Just out of "successful"

surgery on the hip she broke

after her second stroke, my mother

asked for a comb and a mirror

and said, for the 1000th time,

"I look like a prune"—

 

                        unlike the faceless,

the deformed, the knowingly terminally

ill, the body-debasing, who have learned,

or been forced, to think of themselves

as souls. Death was not yet

close as her coat, wasn't

sleeping with her, lived

in another country, reachable only

by an arduous, and as yet unplanned

journey.

                                               

                        And that's when we can

imagine it—isn't it?—whether it's ours,

or even—God help us—a child's. Mahler said

he couldn't have written

the Kindertotenlieder after his child

had died, though he'd imagined his child

had died, in order to write. But before,

just a touch Romantic, isn't it,

à la Père Lachaise—the caped

and draped figures, streaked with corroded

tears, the small child head rolled back

in final grimace, held aloft

in the angel's arms—

                                               

                        My mother might have

imagined triumphant vindication à la

Ann Landers—"Guilty and Heartbroken

Daughter" writes "Now my mother is gone

and I'm racked with remorse."

 

                        But I wasn't.

I did what I could.

I brought the comb and mirror.

I put them away. I sat by the bed.

I held the fingers that dripped over

its side, and she whispered

"my angel" as she slid.

 

                        My lucky mother

put down the mirror, clucking.

No slow striptease of the mortal, no

death mask, no practice coffin, no hot

death breath prickling the back

of her neck. She said to oblivion

Not me! and to us: "God doesn't

want me yet." And the next

day: mugger death in the dark alley—

one quick rap to the back of the head.

 

 

Body

 

Wake me again, indivisible

with liberty, bottles singing

in the milk truck, tipped heels clicking

down my street, and my windows flashed

open to the cloud-quilted sky—

a box-stitched comforter

thrown up to air, squares

translucently edged.

 

My self is tied

in the chains

of you, silenced

by you,

 

collapsed down into

an irretrievable black box as you

swerve, droop, fizzle—

 

oh, don't evict me

after my long lease—

 

and doctors collect

your measurements, medial,

proximal, pick your locks

with dilators, depressors . . . .

 

Don't drag me

down like a bale

of shadow!

We're thick as thieves

we two, I'm in the thick

of you—

 

Give back

my brilliant

ignorance.

 

 

 

What I Love about New York

 

August morning, eight A.M., as I clump

off the curb on a Soho street

in my walking sandals, backpack flapping—

the day cloistered with heat,

the glinting sidewalks already

repositories—a woman in a sea-spume

froth of tropical turquoise cocktail dress, steps off

from the south side towards the north.
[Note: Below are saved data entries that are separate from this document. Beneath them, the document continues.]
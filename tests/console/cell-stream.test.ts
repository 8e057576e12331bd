import { describe, expect, it } from "vitest";
import { readNdjson } from "@/app/_console/api/cell-stream";
import type { CellEvent } from "@/lib/wire/reading";
import { applyCellEvent, overallFraction, startedCell } from "@/app/_console/state/running-cell";

// A stream delivering the given chunks, split wherever the test says (NDJSON lines may
// arrive cut at any byte, even inside a multi-byte character).
function streamOf(chunks: Uint8Array[]): ReadableStream<Uint8Array> {
  return new ReadableStream({
    start(controller) {
      for (const c of chunks) controller.enqueue(c);
      controller.close();
    },
  });
}

describe("readNdjson", () => {
  it("reassembles lines split across chunks and multi-byte characters", async () => {
    const text = '{"event":"accepted","cellId":"c1","position":0}\n{"event":"progress","statement":0,"stage":"résolution"}\n';
    const bytes = new TextEncoder().encode(text);
    const cut = text.indexOf("é") + 1; // inside the two bytes of é
    const events: CellEvent[] = [];
    await readNdjson(streamOf([bytes.slice(0, 10), bytes.slice(10, cut), bytes.slice(cut)]), (e) => events.push(e));
    expect(events.map((e) => e.event)).toEqual(["accepted", "progress"]);
    expect(events[1].event === "progress" && events[1].stage).toBe("résolution");
  });

  it("reads a last line without a newline and reports garbled lines", async () => {
    const bad: string[] = [];
    const events: CellEvent[] = [];
    const bytes = new TextEncoder().encode('not json\n{"no":"event"}\n{"event":"checked","statements":2}');
    await readNdjson(
      streamOf([bytes]),
      (e) => events.push(e),
      (l) => bad.push(l),
    );
    expect(events).toEqual([{ event: "checked", statements: 2 }]);
    expect(bad).toEqual(["not json", '{"no":"event"}']);
  });
});

describe("applyCellEvent", () => {
  it("follows a cell through progress, partial Betti columns, result and done", () => {
    const events: CellEvent[] = [
      { event: "accepted", cellId: "c1", position: 3 },
      { event: "checked", statements: 2 },
      {
        event: "result",
        statement: 0,
        span: { from: { line: 1, col: 1 }, to: { line: 1, col: 5 } },
        value: { type: "Ring", text: "Q[x]" },
      },
      { event: "progress", statement: 1, stage: "resolution", detail: "homological degree 1", fraction: 0.5 },
      { event: "partial", statement: 1, value: { type: "BettiTable", text: "", entries: [[0, 0, 1]], complete: false } },
      { event: "partial", statement: 1, value: { type: "BettiTable", text: "", entries: [[1, 2, 2]], complete: false } },
    ];
    const cell = events.reduce(applyCellEvent, startedCell("S := Q[x]\nresolve(S / <x>)"));
    expect(cell.cellId).toBe("c1");
    expect(cell.stage).toBe("resolution");
    expect(cell.partialBetti).toEqual([
      [0, 0, 1],
      [1, 2, 2],
    ]);
    // one of two statements done and half of the second: three quarters
    expect(overallFraction(cell)).toBe(0.75);
    const done = applyCellEvent(cell, { event: "done", status: "cancelled", timings: { totalMs: 12 }, objects: [] });
    expect(done.status).toBe("cancelled");
    expect(done.totalMs).toBe(12);
  });

  it("clamps a fraction outside 0…1 and forgets partial columns of an earlier statement", () => {
    let cell = applyCellEvent(startedCell("x"), {
      event: "partial",
      statement: 0,
      value: { type: "BettiTable", text: "", entries: [[0, 0, 1]], complete: false },
    });
    cell = applyCellEvent(cell, { event: "progress", statement: 1, stage: "s", fraction: 7 });
    expect(cell.fraction).toBe(1);
    expect(cell.partialBetti).toEqual([]);
    expect(overallFraction(cell)).toBeNull();
  });
});
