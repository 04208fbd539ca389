"""E-mail: queued in the outbox with the record it is about, delivered after the commit.

Views and commands call `send_mail` / `tell_safety_officer` before they commit; the message is saved
or rolled back with their change. `deliver_queued` (run after every request, and by commands after
they commit) and `flask mail send-pending` (cron) send it, with retries, and mark it sent.
"""
from __future__ import annotations

import sqlalchemy as sa
from flask import Blueprint, current_app, g

from models.core.base import utcnow
from models.core.outbox import queue_message
from models.people.tables import Person, PersonRole, Role
from webapp.extensions import db
from webapp.formatting import CAUTION, settings

bp = Blueprint("mail", __name__, template_folder="templates", cli_group="mail")


def send_mail(to: list[str], subject: str, body: str) -> bool:
    """Queue one message to the given addresses in the current transaction; False when none is given."""
    message_id = queue_message(db.session, list(to), subject, f"{body}\n\n--\n{CAUTION}\n", utcnow())
    if message_id is None:
        current_app.logger.warning("No address to send to: %s", subject)
        return False
    g.setdefault("outbox_ids", []).append(message_id)
    return True


def link(endpoint: str, **values) -> str:
    """An absolute address for an e-mail, on BASE_URL only (never the request's Host header)."""
    path = current_app.url_map.bind("localhost").build(endpoint, values)
    return current_app.config["BASE_URL"].rstrip("/") + path


def safety_officer_addresses() -> list[str]:
    """Every active safety officer's address, plus the lab's alert address."""
    addresses = db.session.scalars(
        sa.select(Person.email).join(PersonRole)
        .where(PersonRole.role == Role.SAFETY_OFFICER, Person.active.is_(True),
               Person.email.is_not(None))
    ).all()
    return [*addresses, settings().safety_officer_email or ""]


def tell_safety_officer(subject: str, body: str) -> bool:
    """Queue an alert to the safety officer, sent as soon as the change is committed."""
    return send_mail(safety_officer_addresses(), subject, body)


from webapp.mail import cli, panels, sender  # noqa: E402  (they register on `bp`)
from webapp.mail.sender import deliver_queued  # noqa: E402
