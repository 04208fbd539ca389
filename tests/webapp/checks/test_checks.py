"""Recording checks through the pages: errors beside items, the failure path, controls, checklists."""
from datetime import timedelta

import pytest

from models.checks.checklist_ops import active_items, checklist_for
from models.checks.tables import SafetyCheck
from models.people.tables import Role
from tests.conftest import LAB_NOW
from webapp.formatting import local


@pytest.fixture
def app_config(mail_app_config):
    return mail_app_config


@pytest.fixture
def lab(make_person, make_instrument, authorise):
    """A safety officer, an authorised operator and one instrument."""
    rso = make_person("rso", roles=(Role.SAFETY_OFFICER,), email="rso@example.org")
    operator = make_person("op")
    instrument = make_instrument(name="XRD-1")
    authorise(operator, instrument)
    return rso, operator, instrument


def form_data(session, instrument, fail_first=False, comment=""):
    """A filled-in check form: everything passes unless told."""
    items = active_items(checklist_for(session, instrument))
    session.commit()
    data = {"performed_at": local(LAB_NOW - timedelta(minutes=5), "%Y-%m-%dT%H:%M"),
            "meter_id": "", "notes": ""}
    for n, item in enumerate(items):
        data[f"result_{item.id}"] = "fail" if fail_first and n == 0 else "pass"
        data[f"comment_{item.id}"] = comment if n == 0 else ""
    return data


def test_a_fail_without_comment_is_shown_beside_the_item_and_nothing_is_written(
        session, lab, login):
    rso, operator, instrument = lab
    client = login(operator)
    response = client.post(f"/instruments/{instrument.id}/checks/new",
                           data=form_data(session, instrument, fail_first=True))
    assert response.status_code == 200
    assert "Say what failed: a fail needs a comment." in response.text
    assert session.query(SafetyCheck).count() == 0


def test_a_failed_check_takes_the_instrument_out_and_a_pass_brings_it_back(
        session, lab, login, smtp_server):
    _, mailbox = smtp_server
    rso, operator, instrument = lab
    client = login(operator)
    response = client.post(f"/instruments/{instrument.id}/checks/new",
                           data=form_data(session, instrument, True, "Door opens with beam on"))
    assert response.status_code == 302
    page = client.get(response.headers["Location"]).text
    assert "Do not use this instrument." in page
    assert "Tell the radiation safety" in page
    session.refresh(instrument)
    # The session operations are not on main yet: their refusal reads in_service.
    assert instrument.in_service is False
    assert "Door and panel interlocks" in instrument.out_of_service_reason
    assert [m["To"] for m in mailbox.messages] == ["rso@example.org"]
    assert "Door opens with beam on" in mailbox.messages[0].get_content()
    assert "out of service" in client.get(f"/instruments/{instrument.id}").text

    response = client.post(f"/instruments/{instrument.id}/checks/new",
                           data=form_data(session, instrument))
    assert response.status_code == 302
    session.refresh(instrument)
    assert instrument.in_service is True


def test_a_future_time_is_refused(session, lab, login):
    rso, operator, instrument = lab
    data = form_data(session, instrument)
    data["performed_at"] = local(LAB_NOW + timedelta(days=1), "%Y-%m-%dT%H:%M")
    response = login(operator).post(f"/instruments/{instrument.id}/checks/new", data=data)
    assert "The check time is in the future" in response.text


def test_an_operator_not_authorised_cannot_record(session, lab, make_person, login):
    _, _, instrument = lab
    response = login(make_person()).get(f"/instruments/{instrument.id}/checks/new")
    assert response.status_code == 403


def test_the_instrument_page_shows_next_check_and_history(session, lab, login, record_a_check):
    rso, operator, instrument = lab
    record_a_check(instrument, rso, performed_at=LAB_NOW - timedelta(days=40))
    page = login(operator).get(f"/instruments/{instrument.id}").text
    assert "Safety-device checks" in page
    assert "late, 10 days" in page
    assert "Record a check" in page


def test_temporary_controls_through_the_page(session, lab, login, record_a_check):
    rso, operator, instrument = lab
    record_a_check(instrument, rso, fail=(2,))
    client = login(rso)
    # The domain sees a form only once its fields pass, so each kind of error shows on its own round.
    bad = client.post(f"/instruments/{instrument.id}/controls/new",
                      data={"description": "", "expires_at": "2000-01-01T00:00"})
    assert "The expiry must be in the future." not in bad.text
    bad = client.post(f"/instruments/{instrument.id}/controls/new",
                      data={"description": "Two people present.", "expires_at": "2000-01-01T00:00"})
    assert "The expiry must be in the future." in bad.text
    expiry = local(LAB_NOW + timedelta(days=3), "%Y-%m-%dT%H:%M")
    response = client.post(f"/instruments/{instrument.id}/controls/new",
                           data={"description": "Two people present; shutter locked.",
                                 "expires_at": expiry})
    assert response.status_code == 302
    session.refresh(instrument)
    assert instrument.in_service is True
    assert "Under temporary controls." in client.get(f"/instruments/{instrument.id}").text


def test_expired_controls_put_the_instrument_out_on_the_next_request(
        session, lab, login, record_a_check, smtp_server):
    from models.checks.check_ops import record_control

    rso, operator, instrument = lab
    record_a_check(instrument, rso, fail=(2,))
    now = LAB_NOW
    control = record_control(session, instrument, rso, "Shutter locked.", now + timedelta(days=1), now)
    control.recorded_at = now - timedelta(days=3)
    control.expires_at = now - timedelta(days=1)
    session.commit()
    assert instrument.in_service is True
    page = login(operator).get(f"/instruments/{instrument.id}").text
    session.refresh(instrument)
    assert instrument.in_service is False
    assert "Temporary controls expired" in page
    assert any("temporary controls expired" in m["Subject"] for m in smtp_server[1].messages)


def test_the_safety_officer_edits_the_checklist(session, lab, login, record_a_check):
    rso, operator, instrument = lab
    client = login(rso)
    assert "Checklist for XRD-1" in client.get(f"/instruments/{instrument.id}/checklist").text
    assert client.post(f"/instruments/{instrument.id}/checklist/items",
                       data={"text": ""}).status_code == 400
    client.post(f"/instruments/{instrument.id}/checklist/items", data={"text": "Beam stop fitted"})
    template = checklist_for(session, instrument)
    session.refresh(template)
    new = template.items[-1]
    assert new.text == "Beam stop fitted"
    client.post(f"/checklist-items/{new.id}/move/up")
    client.post(f"/checklist-items/{new.id}/active/off", data={"reason": "No beam stop on this one"})
    session.refresh(new)
    assert new.active is False and new.position == len(template.items) - 2
    record_a_check(instrument, rso)
    used = template.items[0]
    response = client.post(f"/checklist-items/{used.id}/remove", follow_redirects=True)
    assert "deactivate it instead" in response.text
    client.post("/logout")
    assert login(operator).get(f"/instruments/{instrument.id}/checklist").status_code == 403


def test_forged_values_are_refused_without_an_error_page(session, lab, login):
    rso, operator, instrument = lab
    data = form_data(session, instrument)
    first = next(k for k in data if k.startswith("result_"))
    data["meter_id"] = "x1"
    client = login(operator)
    response = client.post(f"/instruments/{instrument.id}/checks/new", data=data)
    assert response.status_code == 200
    assert "Not a valid choice." in response.text
    data[first], data["meter_id"] = "maybe", ""
    response = client.post(f"/instruments/{instrument.id}/checks/new", data=data)
    assert response.status_code == 200
    assert "Choose pass, fail or not applicable for this item." in response.text
    assert session.query(SafetyCheck).count() == 0
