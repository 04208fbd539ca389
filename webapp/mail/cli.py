"""`flask mail send-pending`: deliver queued e-mail, for cron or a systemd timer."""
from __future__ import annotations

import click

from webapp.mail import bp
from webapp.mail.sender import deliver


@bp.cli.command("send-pending")
@click.option("--all", "waiting_too", is_flag=True,
              help="Also retry messages still waiting for their next try (after fixing the mail settings).")
def send_pending(waiting_too: bool):
    """Send every queued message that is due; exit 1 when any could not be sent (it is retried later)."""
    delivery = deliver(waiting_too=waiting_too)
    click.echo(f"Sent {delivery.sent}; not sent {delivery.failed} (kept for the next run).")
    if delivery.failed:
        raise SystemExit(1)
A slick of sweat

gleams in her puckery crepe-paper

cleavage; under their freight of fantail

lashes, her eyelids beat a syncopated

pulse; her wine-stem ankles alternately

bow slightly out and in as she stutters

across in  her four-inch rhinestone-embossed

platform sandals. I can almost hear

the thwuck as a heel is plucked

out of the ancient dirt between the cobbles—

and I nearly give a you go girl nod because

its owner's quest has been so severely

tested. But not utterly crushed.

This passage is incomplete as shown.